The typical asteroid search strategy is based on identifying
`tracklets’, a sequence of two or more observations that are taken
over a time span that is short enough that it is likely that the
detections correspond to the same moving object, and a long enough to
distinguish solar system objects from stationary background sources.

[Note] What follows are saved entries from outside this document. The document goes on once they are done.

static void print_ground(const whorl_levels *levels, int highest)
{
    whorl_ground ground = whorl_levels_ground(levels);
    printf("\n%s %.12f  residual %.1e, %llu state%s%s\n", highest ? "highest level" : "ground level ", ground.energy,
           ground.residual, (unsigned long long)ground.multiplicity, ground.multiplicity == 1 ? "" : "s",
           ground.complete ? "" : " or more: ask for more levels");
    if (ground.spin_good && ground.least_spin >= 0)
        print_counts(levels, "S^2", ground.least_spin, ground.most_spin, 1);
    if (ground.sz_good)
        print_counts(levels, "S^z", ground.least_sz, ground.most_sz, 0);
    if (ground.gap_known)
        printf("gap           %.12f  to the next level\n", ground.gap);
    else
        printf("gap           not known: ask for more levels\n");
}

static void print_checks(const whorl_levels *levels, int32_t sites)
{
    whorl_levels_checks c = whorl_levels_checks_of(levels);
    printf("\nchecks        ");
    if (c.all_sectors)
        printf("dimensions add up to %llu, %s 2^%d\n", (unsigned long long)c.dimension,
               c.dimensions_add ? "which is" : "WHICH IS NOT", (int)sites);
    else
        printf("only chosen sectors were solved (dimension %llu in all)\n", (unsigned long long)c.dimension);
    if (c.traced > 0)
        printf("              means of E and E^2 in %llu sectors against exact traces: %s (worst at %.2f of the bound)\n",
               (unsigned long long)c.traced, c.traces_hold ? "hold" : "DO NOT HOLD", c.worst_trace);
    printf("              %s\n", c.rechecked ? "fresh random starts found nothing that was missed (a probabilistic check)"
                                           : "some sector could not be checked for missed levels");
    printf("              largest residual %.1e; levels closer than %.1e count as one\n", c.residual, c.merge_tolerance);
}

A primary goal is to obtain enough tracklets for each object that the
corresponding orbit is accurately determined. By design, most objects
are naturally re-observed in the course of these surveys. However,
which observations correspond to which object must still be identified
before the orbits of those objects can be determined. This is known
as the `linking problem.’

The best current solution to the linking problem, the Pan-STARRS Moving
Object Processing System (MOPS), employs a sophisticated variation of
the brute force approach, bringing groups of three tracklets together
to be tested with orbit fitting. The computational load of MOPS
scales as $\mathcal{O}(N_t^3)$, where $N_t$ is the number of tracklets.

We present a novel approach, heliocentric linking and clustering, that
scales as $\mathcal{O}(N_t \log N_t)$. We use this approach to
identify thousands of new objects within the Minor Planet Center’s
“Isolated Tracklet File”. Finally, we discuss the implications of
our results for ongoing and future surveys.